- Outfielder
- Born: April 21, 1972 (age 54) Bedford, Pennsylvania, U.S.
- Batted: RightThrew: Right

MLB debut
- June 7, 1996, for the San Francisco Giants

Last MLB appearance
- June 23, 1996, for the San Francisco Giants

MLB statistics
- Batting average: .250
- Home runs: 0
- Runs batted in: 0
- Stats at Baseball Reference

Teams
- San Francisco Giants (1996);

= Keith Williams (baseball) =

American baseball player (born 1972)

David Keith Williams (born April 21, 1972) is an American former Major League Baseball player for the San Francisco Giants during the 1996 season.

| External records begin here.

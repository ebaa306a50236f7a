import { integrationComplexity } from '../design/integrationComplexity';
import type { FunctionRecord, ModuleLevel, ModuleRecord } from '../model';
import { ModuleMapError } from './ModuleMapError';

/** Calls a function makes that the call graph could not resolve, or that go into external packages. */
export interface OpenCalls {
  unresolvedCalls: number;
  externalCalls: number;
}

/** The running sums of one module while the map is built; `toRecord` checks and freezes them. */
export class ModuleTally {
  private functions = 0;
  private cyclomatic = 0;
  private strict = 0;
  private decisions = 0;
  private nodes = 0;
  private edges = 0;
  private maxCyclomatic = 0;
  private overLimit = 0;
  private lines = 0;
  private design = 0;
  private unresolvedCalls = 0;
  private externalCalls = 0;
  private abstractTypes = 0;
  private allTypes = 0;
  fanIn = 0;
  fanOut = 0;
  /** Other modules of the level that depend on this one (Ca) / that this one depends on (Ce). */
  readonly dependents = new Set<string>();
  readonly dependencies = new Set<string>();

  constructor(
    readonly level: ModuleLevel,
    readonly path: string,
    private readonly name?: string,
  ) {}

  get id(): string {
    return `${this.level}:${this.path}`;
  }

  addFunction(f: FunctionRecord, limit: number, open: OpenCalls): void {
    if (f.designComplexity === undefined) {
      throw new ModuleMapError(`function ${f.qualifiedName} (${f.file}, id ${f.id}) has no designComplexity; compute iv(G) before the module map`);
    }
    this.functions++;
    this.cyclomatic += f.cyclomatic;
    this.strict += f.cyclomaticStrict;
    this.decisions += f.decisions;
    this.nodes += f.nodes;
    this.edges += f.edges;
    this.maxCyclomatic = Math.max(this.maxCyclomatic, f.cyclomatic);
    if (f.cyclomatic > limit) this.overLimit++;
    this.design += f.designComplexity;
    this.unresolvedCalls += open.unresolvedCalls;
    this.externalCalls += open.externalCalls;
  }

  addFile(lines: number, types: { abstract: number; total: number } | undefined): void {
    this.lines += lines;
    if (types) {
      this.abstractTypes += types.abstract;
      this.allTypes += types.total;
    }
  }

  toRecord(): ModuleRecord {
    // McCabe 1976: v of a union of P graphs is E − N + 2P; any difference is a bug upstream.
    if (this.strict !== this.edges - this.nodes + 2 * this.functions) {
      throw new ModuleMapError(
        `${this.id}: ΣV(strict) = ${this.strict} but E − N + 2P = ${this.edges} − ${this.nodes} + 2 × ${this.functions} = ${this.edges - this.nodes + 2 * this.functions}`,
      );
    }
    const ca = this.dependents.size;
    const ce = this.dependencies.size;
    const record: ModuleRecord = {
      id: this.id,
      path: this.path,
      level: this.level,
      functions: this.functions,
      cyclomatic: this.cyclomatic,
      decisions: this.decisions,
      nodes: this.nodes,
      edges: this.edges,
      maxCyclomatic: this.maxCyclomatic,
      overLimit: this.overLimit,
      lines: this.lines,
      fanIn: this.fanIn,
      fanOut: this.fanOut,
      ca,
      ce,
      // Martin 2002: I = Ce / (Ca + Ce); 0/0 (an isolated module) has no instability: null.
      instability: ca + ce === 0 ? null : ce / (ca + ce),
      abstractness: this.allTypes === 0 ? null : this.abstractTypes / this.allTypes,
      designComplexity: this.design,
      integrationComplexity: integrationComplexity(this.design, this.functions),
      unresolvedCalls: this.unresolvedCalls,
      externalCalls: this.externalCalls,
      cluster: null,
      gravity: 0,
      gravityRank: 0,
      reasons: [],
    };
    if (this.name !== undefined) record.name = this.name;
    return record;
  }
}
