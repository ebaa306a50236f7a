import { folderOf, normalizeFolder, PackageLocator } from './moduleOfFile';

describe('folderOf', () => {
  it.each([
    ['main.ts', 2, '.'],
    ['src/a.ts', 2, 'src'],
    ['src/orders/a.ts', 2, 'src/orders'],
    ['src/orders/api/deep/a.ts', 2, 'src/orders'],
    ['src/orders/api/a.ts', 1, 'src'],
  ])('should put %s at depth %i into %s', (file, depth, folder) => {
    expect(folderOf(file, depth)).toBe(folder);
  });

  it.each([
    ['packages/billing/src/tax/vat.ts', 2, 'packages/billing', 'packages/billing/src/tax'],
    ['packages/billing/src/money.ts', 2, 'packages/billing', 'packages/billing/src'],
    ['packages/billing/index.ts', 2, 'packages/billing', 'packages/billing'],
    ['src/orders/api/a.ts', 2, '.', 'src/orders'],
  ])('should count the folders of %s from its package (depth %i, package %s) into %s', (file, depth, pkg, folder) => {
    expect(folderOf(file, depth, pkg)).toBe(folder);
  });
});

describe('PackageLocator', () => {
  const locator = new PackageLocator(['packages/ui', './packages/ui/widgets/', 'apps/web']);

  it('should pick the innermost package folder holding the file', () => {
    expect(locator.packageOf('packages/ui/widgets/src/button.ts')).toBe('packages/ui/widgets');
    expect(locator.packageOf('packages/ui/src/view.ts')).toBe('packages/ui');
  });

  it('should put a file in no package, or in a folder merely named like one, into the root package', () => {
    expect(locator.packageOf('scripts/build.ts')).toBe('.');
    expect(locator.packageOf('apps/website/x.ts')).toBe('.');
    expect(locator.packageOf('main.ts')).toBe('.');
  });

  it('should normalise folder spellings', () => {
    expect(['./a/', 'a', '', './', 'a/b//'].map(normalizeFolder)).toEqual(['a', 'a', '.', '.', 'a/b']);
  });
});
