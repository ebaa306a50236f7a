/**
 * Lines of code of a file from its units' records
 * ===============================================
 * The top-level unit's `loc` holds the file's code lines outside every function; each other
 * unit's `loc` holds the code lines of its own line range. The file's code lines are the
 * top-level `loc` plus the code lines of the union of the units' ranges. That union is the
 * union of the outermost ranges; two outermost units can only share the one line where the
 * first ends and the next begins (their characters do not overlap), and that line holds code
 * of both, so it is counted once. The result equals the file's `loc` from analyzeSource.
 */
import type { FunctionRecord } from '../model';

/** Code lines of one file, given all of that file's function records. */
export function fileCodeLines(units: readonly Pick<FunctionRecord, 'kind' | 'line' | 'endLine' | 'loc'>[]): number {
  let lines = 0;
  const ranges = [];
  for (const u of units) {
    if (u.kind === 'top-level') lines += u.loc;
    else ranges.push(u);
  }
  ranges.sort((a, b) => a.line - b.line || b.endLine - a.endLine);
  let coveredUntil = 0;
  for (const u of ranges) {
    if (u.endLine <= coveredUntil) continue; // nested in (or on the last line of) an outer unit
    lines += u.loc - (u.line <= coveredUntil ? 1 : 0);
    coveredUntil = u.endLine;
  }
  return lines;
}
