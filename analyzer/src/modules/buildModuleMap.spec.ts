import { analyzeSource } from '../analyzeSource';
import { DEFAULT_SETTINGS, type ModuleRecord } from '../model';
import { buildModuleMap } from './buildModuleMap';
import { call, input, topLevel, unit } from './fixtures/records';
import { ModuleMapError } from './ModuleMapError';

const find = (modules: ModuleRecord[], id: string): ModuleRecord => {
  const m = modules.find((x) => x.id === id);
  if (!m) throw new Error(`no module ${id} among ${modules.map((x) => x.id).join(', ')}`);
  return m;
};

describe('buildModuleMap: Martin package metrics (reference-checks §6)', () => {
  it('should give the worked package Ca = 6, Ce = 2, I = 0.25, A = 1/3', () => {
    // reference-checks 6.1 (DERIVED from Martin 2002): 3 classes, 1 an interface; 6 outside classes
    // depend on P; P's classes use 2 outside classes. Each outside class sits in its own folder,
    // so counting modules (our unit) and counting classes give the same numbers here.
    const inP = ['p/order.ts', 'p/invoice.ts', 'p/priced.ts'].map((f) => unit(f, 'use'));
    const users = [1, 2, 3, 4, 5, 6].map((k) => unit(`c${k}/user.ts`, 'run'));
    const used = [unit('d1/tax.ts', 'rate'), unit('d2/money.ts', 'round')];
    const functions = [...inP, ...users, ...used, ...[...inP, ...users, ...used].map((f) => topLevel(f.file))];
    const calls = [
      ...users.map((u, k) => call(u, inP[k % 2])),
      call(inP[0], used[0], 3),
      call(inP[1], used[1]),
      call(inP[1], used[0]),
    ];
    const abstractness = new Map([
      ['p/order.ts', { abstract: 0, total: 1 }],
      ['p/invoice.ts', { abstract: 0, total: 1 }],
      ['p/priced.ts', { abstract: 1, total: 1 }],
    ]);
    const p = find(buildModuleMap(input({ functions, calls, abstractness })).modules, 'folder:p');
    expect([p.ca, p.ce, p.instability, p.abstractness]).toEqual([6, 2, 0.25, 1 / 3]);
    // D = |A + I − 1| (Martin 2002; reference-checks 6.1): 0.416667.
    expect(Math.abs(p.abstractness! + p.instability! - 1)).toBeCloseTo(0.416667, 6);
    expect([p.fanIn, p.fanOut]).toEqual([6, 5]);
  });

  it('should count imports as dependencies: 3 incoming and 1 outgoing give I = 1/4', () => {
    // Martin 2002, Stable Dependencies Principle example (from memory, reference-checks 6.3): I = 1/4.
    const files = ['core/a.ts', 'x/a.ts', 'y/a.ts', 'z/a.ts', 'base/a.ts'];
    const imports = [
      { from: 'x/a.ts', to: 'core/a.ts' },
      { from: 'y/a.ts', to: 'core/a.ts' },
      { from: 'z/a.ts', to: 'core/a.ts' },
      { from: 'z/a.ts', to: 'core/a.ts' },
      { from: 'core/a.ts', to: 'base/a.ts' },
    ];
    const { modules, moduleEdges } = buildModuleMap(input({ functions: files.map((f) => topLevel(f)), imports }));
    const core = find(modules, 'folder:core');
    expect([core.ca, core.ce, core.instability, core.fanIn]).toEqual([3, 1, 0.25, 0]);
    // The repeated import z → core counts once.
    expect(moduleEdges.find((e) => e.from === 'folder:z' && e.to === 'folder:core')).toEqual({ level: 'folder', from: 'folder:z', to: 'folder:core', weight: 1, calls: 0, imports: 1 });
  });

  it('should leave instability and abstractness empty (null) for an isolated module without classes', () => {
    // common practice (reference-checks 6.4): I of an isolated module is 0/0; our convention is null.
    const [m] = buildModuleMap(input({ functions: [topLevel('a.ts'), unit('a.ts', 'f', { decisions: 2 })] })).modules;
    expect([m.ca, m.ce, m.instability, m.abstractness]).toEqual([0, 0, null, null]);
  });
});

describe('buildModuleMap: levels, sums and edges', () => {
  const functions = [
    topLevel('src/orders/route.ts', 2),
    unit('src/orders/route.ts', 'route', { decisions: 12, iv: 3, line: 2, endLine: 20, loc: 15 }),
    unit('src/orders/route.ts', 'pick', { decisions: 1, iv: 2, line: 21, endLine: 25, loc: 5 }),
    topLevel('src/billing/bill.ts', 1),
    unit('src/billing/bill.ts', 'bill', { decisions: 3, iv: 1, line: 2, endLine: 9, loc: 8 }),
    topLevel('main.ts', 4),
    unit('packages/ui/src/view.ts', 'render', { line: 1, endLine: 3, loc: 3 }),
    topLevel('packages/ui/src/view.ts'),
  ];
  const [, route, pick, , bill, main, render] = functions;
  const map = buildModuleMap(
    input({
      functions,
      calls: [call(route, bill, 2), call(pick, bill), call(main, route), call(render, route, 4), call(route, pick, 7)],
      imports: [{ from: 'src/orders/route.ts', to: 'src/billing/bill.ts' }, { from: 'main.ts', to: 'src/orders/route.ts' }, { from: 'main.ts', to: 'skipped.ts' }],
      packages: [{ path: '.', name: 'shop' }, { path: 'packages/ui', name: '@shop/ui' }],
      settings: { folderDepth: 2 },
    }),
  );

  it('should list modules by level, then path', () => {
    expect(map.modules.map((m) => m.id)).toEqual([
      'file:main.ts', 'file:packages/ui/src/view.ts', 'file:src/billing/bill.ts', 'file:src/orders/route.ts',
      // In a package, folders count from the package's folder: view.ts sits in packages/ui/src.
      'folder:.', 'folder:packages/ui/src', 'folder:src/billing', 'folder:src/orders',
      'package:.', 'package:packages/ui',
    ]);
    expect(find(map.modules, 'package:packages/ui').name).toBe('@shop/ui');
    expect(find(map.modules, 'package:.').name).toBe('shop');
  });

  it('should sum P, ΣV, Σ decisions, lines, S0 and S1 per module', () => {
    const orders = find(map.modules, 'folder:src/orders');
    expect(orders).toMatchObject({ functions: 3, cyclomatic: 1 + 13 + 2, decisions: 13, maxCyclomatic: 13, overLimit: 1, lines: 2 + 15 + 5 });
    // S0 = Σ iv = 1 + 3 + 2; S1 = S0 − n + 1 (McCabe & Butler 1989).
    expect([orders.designComplexity, orders.integrationComplexity]).toEqual([6, 4]);
    expect(orders.nodes - orders.edges + orders.cyclomatic).toBe(2 * orders.functions);
  });

  it('should count call sites across the border as fan-in and fan-out, and calls plus imports as edges', () => {
    const orders = find(map.modules, 'folder:src/orders');
    // In: main → route (1) and render → route (4); out: route → bill (2), pick → bill (1). route → pick stays inside.
    expect([orders.fanIn, orders.fanOut, orders.ca, orders.ce]).toEqual([5, 3, 2, 1]);
    expect(map.moduleEdges.filter((e) => e.level === 'folder')).toEqual([
      { level: 'folder', from: 'folder:.', to: 'folder:src/orders', weight: 2, calls: 1, imports: 1 },
      { level: 'folder', from: 'folder:packages/ui/src', to: 'folder:src/orders', weight: 4, calls: 4, imports: 0 },
      { level: 'folder', from: 'folder:src/orders', to: 'folder:src/billing', weight: 4, calls: 3, imports: 1 },
    ]);
  });

  it('should put files outside every package into the root package', () => {
    const root = find(map.modules, 'package:.');
    expect(root.functions).toBe(6);
    expect(map.moduleEdges.filter((e) => e.level === 'package')).toEqual([
      { level: 'package', from: 'package:packages/ui', to: 'package:.', weight: 4, calls: 4, imports: 0 },
    ]);
  });

  it('should leave out the package level when no package was found', () => {
    const levels = new Set(buildModuleMap(input({ functions, packages: [] })).modules.map((m) => m.level));
    expect([...levels]).toEqual(['file', 'folder']);
    const rootOnly = buildModuleMap(input({ functions, packages: [{ path: '.', name: 'shop' }] })).modules;
    expect(rootOnly.some((m) => m.level === 'package')).toBe(false);
  });

  it('should take open calls from the call graph when given', () => {
    const perFunction = new Map([[route.id, { unresolvedCalls: 2, externalCalls: 5 }]]);
    const file = find(buildModuleMap(input({ functions, perFunction })).modules, 'file:src/orders/route.ts');
    expect([file.unresolvedCalls, file.externalCalls]).toEqual([2, 5]);
  });
});

describe('buildModuleMap: lines of code', () => {
  it.each([
    ['functions, methods and top-level code', 'import x from "x";\n\nexport function a(v) {\n  if (v) return 1;\n  return 2;\n}\nclass K {\n  m() {\n    return () => 3;\n  }\n}\nconst y = 1;\n'],
    ['units sharing a line', 'p.then(() => {\n  a();\n}, () => {\n  b();\n}).catch(() => 1); f(() => 2, () => 3);\n'],
    ['one-line units only', 'const f = () => 1; const g = () => 2;\n'],
  ])('should give a file module the file\'s code lines: %s', (_what, text) => {
    const analysis = analyzeSource('src/a.ts', text, DEFAULT_SETTINGS);
    const functions = analysis.functions.map((f) => ({ ...f, designComplexity: 1 }));
    const [file] = buildModuleMap(input({ functions })).modules;
    expect(file.lines).toBe(analysis.loc);
  });
});

describe('buildModuleMap: bad input', () => {
  const functions = [topLevel('a.ts'), unit('a.ts', 'f')];

  it('should refuse a folder depth below 1', () => {
    expect(() => buildModuleMap(input({ functions, settings: { folderDepth: 0 } }))).toThrow(ModuleMapError);
  });

  it('should refuse a call naming an unknown function', () => {
    expect(() => buildModuleMap(input({ functions, calls: [call(functions[1], unit('b.ts', 'g'))] }))).toThrow(/analyzer\/modules: call .* not among the records/);
  });

  it('should refuse records whose ΣV disagrees with E − N + 2P (a bug upstream)', () => {
    const broken = { ...unit('a.ts', 'g', { decisions: 2 }), nodes: 9 };
    expect(() => buildModuleMap(input({ functions: [...functions, broken] }))).toThrow(/ΣV\(strict\) = 5 but E − N \+ 2P/);
  });

  it('should refuse a function without iv(G)', () => {
    const { designComplexity: _, ...bare } = unit('a.ts', 'g');
    expect(() => buildModuleMap(input({ functions: [...functions, bare] }))).toThrow(/no designComplexity/);
  });
});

He was drafted in the 7th round of the 1993 amateur draft.

==Minor leagues==

Williams had a career .291 batting average in the minor leagues and 117 home runs over 8 seasons. His overall minor league OPS was .853. He was called up to the majors in 1996, but his best season in the minors was 1997, where he hit .320 with 22 home runs for the Giants AA team.

==Major leagues==

Williams had his major league debut on June 7, 1996, going 0 for 1. His final game was on June 23, 1996. Overall, he went 5 for 20 with 6 strikeouts. All five of his hits were singles, and he did not score or drive in a single run. Defensively, he did not make a single error in 4 games played.